There are two conditions that allow the A* algorithm to terminate. One is that there are no more tiles in the open list to process, which would indicate that there is no path between A and B (we aren’t catering for this scenario in this example). The other is when the path is actually found, and that is catered for by the code above.

The rest of the algorithm evaluates adjacent tiles (i.e. the ones immediately one tile left, right, up and down from the current one):

                var adjacentSquares = GetWalkableAdjacentSquares(current.X, current.Y, map);
                g++;

GetWalkableAdjacentSquares() is defined thusly:

        static List<Location> GetWalkableAdjacentSquares(int x, int y, string[] map)
        {
            var proposedLocations = new List<Location>()
            {
                new Location { X = x, Y = y - 1 },
                new Location { X = x, Y = y + 1 },
                new Location { X = x - 1, Y = y },
                new Location { X = x + 1, Y = y },
            };

            return proposedLocations.Where(
                l => map[l.Y][l.X] == ' ' || map[l.Y][l.X] == 'B').ToList();
        }

So back in the algorithm’s loop, we then have a loop over adjacent squares, computing their scores and adding them to the open list when it makes sense to do so:

                foreach(var adjacentSquare in adjacentSquares)
                {
                    // if this adjacent square is already in the closed list, ignore it
                    if (closedList.FirstOrDefault(l => l.X == adjacentSquare.X
                            && l.Y == adjacentSquare.Y) != null)
                        continue;

                    // if it's not in the open list...
                    if (openList.FirstOrDefault(l => l.X == adjacentSquare.X
                            && l.Y == adjacentSquare.Y) == null)
                    {
                        // compute its score, set the parent
                        adjacentSquare.G = g;
                        adjacentSquare.H = ComputeHScore(adjacentSquare.X,
                            adjacentSquare.Y, target.X, target.Y);
                        adjacentSquare.F = adjacentSquare.G + adjacentSquare.H;
                        adjacentSquare.Parent = current;

                        // and add it to the open list
                        openList.Insert(0, adjacentSquare);
                    }
                    else
                    {
                        // test if using the current G score makes the adjacent square's F score
                        // lower, if yes update the parent because it means it's a better path
                        if (g + adjacentSquare.H < adjacentSquare.F)
                        {
                            adjacentSquare.G = g;
                            adjacentSquare.F = adjacentSquare.G + adjacentSquare.H;
                            adjacentSquare.Parent = current;
                        }
                    }
                }

There’s some duplicate code in the if/else statement above, but I preferred to leave it that way as it’s more readable (which is more important here), especially if you’re following along with “Introduction to A* Pathfinding“.

That’s the last thing in the algorithm itself.

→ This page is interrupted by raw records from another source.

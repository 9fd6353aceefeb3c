import { describe, expect, it } from 'vitest';
import { defaultDatabasePath, resolveDatabaseChoice, resolveDatabasePath } from '../../../app/store/paths';

// Expected folders: XDG Base Directory Specification (XDG_DATA_HOME, default ~/.local/share) on Linux;
// ~/Library/Application Support on macOS and %APPDATA% on Windows (each platform's documented convention, recalled from memory).
describe('database path', () => {
  it('follows XDG_DATA_HOME on Linux, falling back to ~/.local/share', () => {
    expect(defaultDatabasePath({ env: { XDG_DATA_HOME: '/data/me' }, platform: 'linux', homeDir: '/home/me' })).toBe('/data/me/rolloff/rolloff.sqlite');
    expect(defaultDatabasePath({ env: {}, platform: 'linux', homeDir: '/home/me' })).toBe('/home/me/.local/share/rolloff/rolloff.sqlite');
    // A relative XDG_DATA_HOME is invalid per the specification and ignored.
    expect(defaultDatabasePath({ env: { XDG_DATA_HOME: 'rel' }, platform: 'linux', homeDir: '/home/me' })).toBe('/home/me/.local/share/rolloff/rolloff.sqlite');
  });

  it('uses Application Support on macOS and APPDATA on Windows', () => {
    expect(defaultDatabasePath({ env: {}, platform: 'darwin', homeDir: '/Users/me' })).toBe('/Users/me/Library/Application Support/Rolloff/rolloff.sqlite');
    expect(defaultDatabasePath({ env: { APPDATA: 'C:\\Users\\me\\AppData\\Roaming' }, platform: 'win32', homeDir: 'C:\\Users\\me' })).toBe(
      'C:\\Users\\me\\AppData\\Roaming\\Rolloff\\rolloff.sqlite',
    );
  });

  it('lets ROLLOFF_DB override the default and --db override both', () => {
    const environment = { env: { ROLLOFF_DB: '/tmp/bench.sqlite', XDG_DATA_HOME: '/data/me' }, platform: 'linux' as const, homeDir: '/home/me' };
    expect(defaultDatabasePath(environment)).toBe('/tmp/bench.sqlite');
    expect(resolveDatabasePath('/work/other.sqlite', environment)).toBe('/work/other.sqlite');
    expect(resolveDatabasePath(undefined, environment)).toBe('/tmp/bench.sqlite');
  });

  it('takes --db, then ROLLOFF_DB, then the window\'s saved setting, then the default file (our own order, README "Lab store")', () => {
    const linux = (env: Record<string, string>) => ({ env: { XDG_DATA_HOME: '/data/me', ...env }, platform: 'linux' as const, homeDir: '/home/me' });
    const saved = 'postgres://rolloff@lab:5432/runs';
    expect(resolveDatabaseChoice('/work/a.sqlite', saved, linux({ ROLLOFF_DB: '/tmp/b.sqlite' }))).toEqual({ location: '/work/a.sqlite', source: 'command line' });
    expect(resolveDatabaseChoice(undefined, saved, linux({ ROLLOFF_DB: '/tmp/b.sqlite' }))).toEqual({ location: '/tmp/b.sqlite', source: 'environment' });
    expect(resolveDatabaseChoice(undefined, saved, linux({}))).toEqual({ location: saved, source: 'saved setting' });
    expect(resolveDatabaseChoice(undefined, undefined, linux({}))).toEqual({ location: '/data/me/rolloff/rolloff.sqlite', source: 'default' });
    // The CLI has no saved setting: its path is the same choice without one.
    expect(resolveDatabasePath(undefined, linux({}))).toBe('/data/me/rolloff/rolloff.sqlite');
  });
});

So once it’s done, you can see the locations that were examined thanks to the dots drawn on the map:

astar-pathfinding-1

When it’s done, the program will run the following code, tracing its way back from destination to start by following the Parent property:

            // assume path was found; let's show it
            while (current != null)
            {
                Console.SetCursorPosition(current.X, current.Y);
                Console.Write('_');
                Console.SetCursorPosition(current.X, current.Y);
                current = current.Parent;
                System.Threading.Thread.Sleep(1000);
            }

This illustrates the actual shortest path by transforming the dots to underscores:

astar-pathfinding-2

You’ll notice that there is in fact a location that was examined but not used in the final path. That’s pretty normal, as A* may need to backtrack at times.